So by using tabular integration: $$\int_{2\pi}^\infty \frac{\sin(x)}{x} \, dx$$ $$= \left. -\frac{1}{x}\cos(x) - \frac{1}{x^2}\sin(x) + \frac{2}{x^3}\cos(x) + \frac{2\cdot3}{x^4}\sin(x) - \frac{2\cdot3\cdot4}{x^5}\cos(x) - \frac{2\cdot3\cdot4\cdot5}{x^6}\sin(x) + \cdots \right|_{2\pi}^\infty$$
adding all the cosine terms gives:
$$\left.-\frac{1}{x}\cos(x)+ \frac{2}{x^3}\cos(x)- \frac{2\cdot3\cdot4}{x^5} \cos(x) + \cdots = \sum_{n=1}^\infty \frac{(-1)^n (2n-2)!}{x^{2n-1}} \cos(x) \right|_{2\pi}^\infty$$
and similarly for the sine terms:
$$\left.-\frac{1}{x^2}\sin(x)+ \frac{2\cdot3}{x^4}\sin(x)- \frac{2\cdot3\cdot4\cdot5}{x^6}\sin(x)+\cdots =\sum_{n=1}^\infty \frac{(-1)^n \cdot (2n-1)!}{x^{2n}} \sin(x) \right|_{2\pi}^\infty$$
So putting everything back together we have:
$$\left.\int_{2\pi}^\infty \frac{\sin(x)}{x} \, dx = \sum_{n=1}^\infty \frac{(-1)^n (2n-2)!}{x^{2n-1}} \cos(x)+ \sum_{n=1}^\infty \frac{(-1)^n (2n-1)!}{x^{2n}} \sin(x) \right|_{2\pi}^\infty$$
I think that as $x$ approaches $\infty$ the fractions in both sums approach $0$, so the top limit does not yield anything from the sums.
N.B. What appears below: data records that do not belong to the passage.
"""Gauge-study mode on the virtual bench: `rig run --study-part --study-trial` records the part
and trial with the run, and `rig stats grr` analyses the stored study (operator from the run)."""

from __future__ import annotations

import json
from pathlib import Path

import pytest
from bench_helpers import SEQUENCES, shipped_bench

from rig.cli import main
from rig.stats.filters import RunFilter
from rig.stats.from_store import shop_stats
from rig.stats.grr import Observation, gauge_rr
from rig.store import ResultStore

SEQUENCE = SEQUENCES / "ntc-sender-screen.toml"
STEP = "sender-4wire"
# two invented parts: a good sender and one that reads 2 % high (virtual bench faults)
PARTS = {"P1": (), "P2": ("drift:sender=+2%",)}


def test_stored_study_in_one_store_matches_the_values_read_back(
    tmp_path: Path, capsys: pytest.CaptureFixture[str]
) -> None:
    store_path = tmp_path / "shared" / "results.sqlite"
    for part, faults in PARTS.items():
        with shipped_bench("ntc-sender", faults, folder=tmp_path / part) as (bench, _):
            # both parts' benches record into one data folder, as one real station would
            station_file = bench.write_station(
                tmp_path / part / "study-station.toml", data_dir=str(store_path.parent)
            )
            for operator in ("ann", "ben"):
                for trial in (1, 2):
                    assert main(
                        [
                            "run", str(SEQUENCE), "--station", str(station_file),
                            "--serial", f"STUDY-{part}", "--operator", operator,
                            "--study-part", part, "--study-trial", str(trial), "--yes", "--json",
                        ]
                    ) in (0, 1)  # fmt: skip
    capsys.readouterr()
    assert store_path.exists()
    code = main(
        ["stats", "grr", "--store", str(store_path), "--sequence", "ntc-sender-screen",
         "--step", STEP, "--json"]
    )  # fmt: skip
    assert code == 0
    data = json.loads(capsys.readouterr().out)
    assert (data["parts"], data["operators"], data["trials"]) == (2, 2, 2)
    # the same study assembled independently from the stored run records
    store = ResultStore(store_path)
    try:
        observations = [
            Observation(
                r["study_part"],
                r["operator"],
                r["study_trial"],
                next(s["value"] for s in store.steps(r["id"]) if s["step_id"] == STEP),
            )
            for r in store.runs(limit=100)
        ]
        # study runs stay out of production statistics
        assert shop_stats(store, RunFilter()).runs == 0
    finally:
        store.close()
    assert sorted((o.part, o.operator, o.trial) for o in observations) == sorted(
        (p, o, t) for p in PARTS for o in ("ann", "ben") for t in (1, 2)
    )
    expected = gauge_rr(observations)
    assert data["percent_grr"] == pytest.approx(expected.percent_grr, rel=1e-12)
    assert data["ndc"] == expected.ndc
    # the 2 % drift makes part-to-part variation dominate the bench meter's noise
    assert data["percent_grr"] < 10.0


def test_study_options_are_checked(tmp_path: Path, capsys: pytest.CaptureFixture[str]) -> None:
    base = ["run", str(SEQUENCE), "--station", str(tmp_path / "none.toml"), "--serial", "S"]
    assert main([*base, "--study-part", "P1"]) == 2
    assert "--study-part needs --study-trial" in capsys.readouterr().err
    assert main([*base, "--study-part", "P1", "--study-trial", "0", "--operator", "a"]) == 2
    assert "expected a trial number of 1 or more, got 0" in capsys.readouterr().err
    assert main([*base, "--study-part", "P1", "--study-trial", "1"]) == 2
    assert "needs --operator" in capsys.readouterr().err
    empty = tmp_path / "empty.sqlite"
    ResultStore(empty).close()
    assert main(["stats", "grr", "--store", str(empty), "--sequence", "x", "--step", "y"]) == 2
    assert "no study-mode runs of sequence 'x'" in capsys.readouterr().err
    assert main(["stats", "grr", "--store", str(empty)]) == 2
    assert "needs --csv FILE, or" in capsys.readouterr().err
Likewise, $\sin(2\pi) = 0$ and $\cos(2\pi) = 1$, so all that we are left with is:
$$\int_{2\pi}^\infty \frac{\sin(x)}{x} \, dx = -\sum_{n=1}^\infty \frac{(-1)^n (2n-2)!}{(2\pi)^{2n-1}}$$
However, putting this sum into wolfram I get that the sum is divergent, which doesn't seem right to me since $ f(x) = \frac{\sin(x)}{x}$ decreases to $0$ quite fast.
Is my logic inconsistent here? Have I done the integration incorrectly, or used a technique improperly/ inappropriately?